U.S. SECURITIES AND EXCHANGE COMMISSION
Litigation Release No. 19048 / January 24, 2005
Accounting and Auditing Enforcement
Release No. 2173 / January 24, 2005
Securities and Exchange Commission v. Penthouse International, Inc., Charles Samel and Jason Galanis, 05 CV 0780 (RWS) (S.D.N.Y.)
SEC CHARGES PENTHOUSE INTERNATIONAL, INC., A FORMER OFFICER, AND A SHAREHOLDER WITH ACCOUNTING FRAUD, REPORTING VIOLATIONS, AND VIOLATIONS OF THE SARBANES-OXLEY CERTIFICATION RULES
SEC SIMULTANEOUSLY INSTITUTES AND SETTLES A RELATED CEASE-AND-DESIST PROCEEDING AGAINST ROBERT C. GUCCIONE, FORMERLY PENTHOUSE'S PRINCIPAL EXECUTIVE OFFICER AND PRINCIPAL FINANCIAL OFFICER
The Securities and Exchange Commission announced today that it filed a civil injunctive action against Penthouse International, Inc., now known as PHSL Worldwide, Inc., a former officer of Penthouse, Charles Samel, and a Penthouse shareholder, Jason Galanis, charging them with accounting fraud, reporting violations and violations of the Sarbanes-Oxley certification rules. The Commission also announced today that it instituted a separate settled cease-and-desist proceeding against Penthouse's former Chief Executive Officer, Robert C. Guccione.
The Commission's complaint, which was filed in the United States District Court for the Southern District of New York, alleges that Penthouse, Samel and Galanis engaged in accounting fraud and financial reporting violations at Penthouse in connection with the company's Form 10-Q for the quarter ended March 31, 2003.

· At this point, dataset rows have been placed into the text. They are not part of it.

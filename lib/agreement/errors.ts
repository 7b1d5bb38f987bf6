/** Reasons the agreement library refuses an input; each AgreementError carries one. */
export type AgreementErrorCode =
  'too_few_raters' | 'too_few_categories' | 'unknown_category' | 'unknown_rater' | 'duplicate_vote' | 'bad_input';

/**
 * Typed error for inputs the agreement statistics cannot work with at all (as opposed to a
 * statistic that is merely undefined for the data, which is returned as `{ value: null, reason }`).
 * The message says what is wrong so it can be shown as-is in the web app and the CLI.
 */
export class AgreementError extends Error {
  readonly code: AgreementErrorCode;

  constructor(code: AgreementErrorCode, message: string) {
    super(message);
    this.name = 'AgreementError';
    this.code = code;
  }
}
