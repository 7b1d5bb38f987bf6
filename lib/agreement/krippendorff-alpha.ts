import { sumsFor, type ItemSums } from './item-sums';
import { defined, REASON_FEW_ITEMS, REASON_ONE_CATEGORY, undefinedStat, type StatResult } from './result';
import type { ItemSelection, RatingsTable } from './table';

/**
 * Krippendorff's α for nominal data with missing values (Krippendorff 2011, "Computing
 * Krippendorff's Alpha-Reliability", Annenberg School for Communication, the coincidence-matrix
 * route). Only units (items) with m_u ≥ 2 values are pairable. Coincidences
 *   o_ck = Σ_u (number of ordered c–k value pairs in u) / (m_u − 1),  n_c = Σ_k o_ck,  n = Σ_c n_c,
 * and for the nominal metric
 *   α = 1 − D_o / D_e = [(n − 1) Σ_c o_cc − Σ_c n_c (n_c − 1)] / [n (n − 1) − Σ_c n_c (n_c − 1)].
 * Undefined (null) when every pairable value is the same category (D_e = 0).
 */
export function krippendorffAlphaFromSums(s: ItemSums): StatResult {
  if (s.pairable < 2) return undefinedStat(REASON_FEW_ITEMS, s.pairable);
  let n = 0;
  let expectedSame = 0;
  for (let c = 0; c < s.valueCount.length; c++) {
    const nc = s.valueCount[c];
    n += nc;
    expectedSame += nc * (nc - 1);
  }
  const de = n * (n - 1) - expectedSame;
  if (de <= 1e-12 * n * n) return undefinedStat(REASON_ONE_CATEGORY, s.pairable);
  return defined(((n - 1) * s.occSum - expectedSame) / de, s.pairable);
}

export function krippendorffAlpha(table: RatingsTable, sel?: ItemSelection): StatResult {
  return krippendorffAlphaFromSums(sumsFor(table, sel).sums);
}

According to the complaint:
- Penthouse improperly included as revenue on the financial statements for that quarter $1 million received as an up-front payment in connection with a five-year website management agreement. That payment should not have been recognized in that quarter because (1) the agreement was not actually signed until the following quarter, and (2) under generally accepted accounting principles (GAAP), the $1 million payment should have been recognized as deferred revenue and amortized into income over the five-year life of the agreement. The inclusion of the $1 million payment under the agreement increased Penthouse's reported revenue by approximately 9%, from $11,072,000 to $12,072,000 and changed a quarterly net loss of $167,000 to a purported net profit of $828,000.

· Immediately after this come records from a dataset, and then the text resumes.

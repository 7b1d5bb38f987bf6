#!/usr/bin/env bash
# Serves a production build for the browser tests on its own database (quorum_e2e), freshly
# migrated and seeded with the demo accounts. Usage: bash scripts/e2e-server.sh [PORT]
set -euo pipefail
cd "$(dirname "$0")/.."
PORT="${1:-3100}"
export QUORUM_DB_NAME="${QUORUM_DB_NAME:-quorum_e2e}"
export NEXTAUTH_URL="http://localhost:$PORT"
export NEXTAUTH_SECRET="${NEXTAUTH_SECRET:-e2e-only-secret-$(date +%s)}"
export QUORUM_UPLOADS_DIR="${QUORUM_UPLOADS_DIR:-$PWD/.data/e2e-uploads}"

bash scripts/db.sh start >/dev/null
node --import tsx scripts/reset-database.ts "$QUORUM_DB_NAME"
node --import tsx node_modules/knex/bin/cli.js --knexfile knexfile.ts migrate:latest >/dev/null
node --import tsx scripts/seed-demo.ts >/dev/null
rm -rf "$QUORUM_UPLOADS_DIR" && mkdir -p "$QUORUM_UPLOADS_DIR"
[ -f "${QUORUM_NEXT_DIST:-.next}/BUILD_ID" ] || npx next build
exec npx next start -p "$PORT" -H 127.0.0.1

- Penthouse's Form 10-Q was materially misleading in several other respects. For example, it bore an unauthorized electronic signature of Robert C. Guccione, Penthouse's principal executive officer and principal financial officer, and thus represented that Guccione had reviewed and signed it, and the accompanying Sarbanes-Oxley certification. This representation was false: In fact, Guccione had not seen or approved the filing of the Form 10-Q or the Sarbanes-Oxley certification. Penthouse's auditors and outside counsel also had not reviewed the filing, a fact that also was not disclosed in the filing.
- Samel and Galanis prepared and filed the false Form 10-Q, and they did so knowing or recklessly disregarding that Guccione had not seen or approved it, that Penthouse's auditor had not performed its required review of the Form 10-Q, and that it would be improper to include the $1 million payment as revenue for the quarter ended March 31, 2003.

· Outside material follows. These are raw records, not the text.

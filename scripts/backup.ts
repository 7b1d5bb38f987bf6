/**
 * npm run backup [-- --out DIR] – a consistent backup of a running Quorum: the database with
 * mariadb-dump --single-transaction (one InnoDB snapshot, no locks on the app's tables), then the
 * storage root (QUORUM_UPLOADS_DIR) as a tar without tmp/. Order matters: storage files are
 * written once under fresh keys and put in place before or with their rows, so every file a row of
 * the snapshot names already exists when the copy starts; files newer than the snapshot are extra
 * and harmless. Writes DIR/quorum-<UTC time>/ (default DIR: QUORUM_BACKUP_DIR, else .data/backups)
 * with database.sql, uploads.tar and manifest.json (sha256 of each). Prints the folder.
 */
import { spawn } from 'node:child_process';
import { createWriteStream } from 'node:fs';
import { mkdir, readdir, stat, writeFile } from 'node:fs/promises';
import path from 'node:path';
import { parseArgs } from 'node:util';
import { resolveDbSettings } from '@/lib/db/config';
import { storageRoot } from '@/lib/storage';
import { clientPrograms, connection, DATABASE_FILE, fail, MANIFEST, sha256File, UPLOADS_FILE, type BackupManifest } from './backup/common';

function run(cmd: string, args: string[], opts: { env?: NodeJS.ProcessEnv; cwd?: string; stdoutTo?: string }): Promise<void> {
  return new Promise((resolve, reject) => {
    const child = spawn(cmd, args, { env: opts.env, cwd: opts.cwd, stdio: ['ignore', opts.stdoutTo ? 'pipe' : 'ignore', 'pipe'] });
    let err = '';
    child.stderr!.on('data', (d) => (err += d));
    const out = opts.stdoutTo ? createWriteStream(opts.stdoutTo) : null;
    if (out) child.stdout!.pipe(out);
    child.on('error', reject);
    child.on('close', (code) => {
      const done = () =>
        code === 0
          ? resolve()
          : reject(new Error(`${path.basename(cmd)} failed (exit ${code}): ${err.trim().split('\n').slice(-3).join(' ')}`));
      if (out) out.end(done);
      else done();
    });
  });
}

async function countFiles(dir: string): Promise<number> {
  let n = 0;
  for (const entry of await readdir(dir, { withFileTypes: true, recursive: true })) if (entry.isFile()) n++;
  return n;
}

async function main(): Promise<void> {
  const { values } = parseArgs({ options: { out: { type: 'string' } } });
  const settings = resolveDbSettings();
  const { dump } = clientPrograms();
  const stamp = new Date()
    .toISOString()
    .replace(/[-:]/g, '')
    .replace(/\.\d+Z$/, 'Z');
  const base = path.resolve(values.out ?? process.env.QUORUM_BACKUP_DIR ?? '.data/backups');
  const dir = path.join(base, `quorum-${stamp}`);
  await mkdir(dir, { recursive: true });

  const { args, env } = connection(settings);
  await run(
    dump,
    [
      ...args,
      '--single-transaction',
      '--quick',
      '--routines',
      '--triggers',
      '--hex-blob',
      '--no-tablespaces',
      '--default-character-set=utf8mb4',
      settings.database,
    ],
    {
      env,
      stdoutTo: path.join(dir, DATABASE_FILE),
    },
  );

  const root = storageRoot();
  await mkdir(root, { recursive: true });
  await run('tar', ['-C', root, '--exclude=./tmp', '-cf', path.join(dir, UPLOADS_FILE), '.'], {});

  const files: BackupManifest['files'] = {};
  for (const name of [DATABASE_FILE, UPLOADS_FILE]) {
    const full = path.join(dir, name);
    files[name] = { bytes: (await stat(full)).size, sha256: await sha256File(full) };
  }
  const manifest: BackupManifest = {
    format: 'quorum-backup-1',
    createdAt: new Date().toISOString(),
    database: settings.database,
    files,
    uploads: { files: await countFiles(root) },
  };
  await writeFile(path.join(dir, MANIFEST), JSON.stringify(manifest, null, 2) + '\n');
  console.log(dir);
}

main().catch((err: Error) => fail(`backup: ${err.message}`));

- Penthouse then made two subsequent filings on Form 8-K that purported to correct misstatements in the 10-Q, but continued to make material misrepresentations and omissions. In both of these filings, Penthouse failed to disclose that Guccione had not reviewed, approved or signed the 10-Q or the attached Sarbanes-Oxley certification. In one of these filings, moreover, Penthouse misrepresented that Penthouse's disclosure controls and procedures were adequate.
The complaint alleges that Penthouse and Samel violated, and Galanis aided and abetted violations of, Section 10(b) of the Exchange Act, and Rule 10b-5 thereunder. Further, the complaint alleges that Penthouse violated Section 15(d) of the Exchange Act and Rules 12b-20, 15d-11, 15d-13 and 15d-14 thereunder, that Samel and Galanis aided and abetted violations of Section 15(d) of the Exchange Act and Rules 12b-20 and 15d-13 thereunder, and that Samel also aided and abetted violations of Rule 15d-14. In its complaint, the Commission seeks permanent injunctions and civil penalties as to all of the defendants; and officer and director bars against Samel and Galanis. The litigation is pending.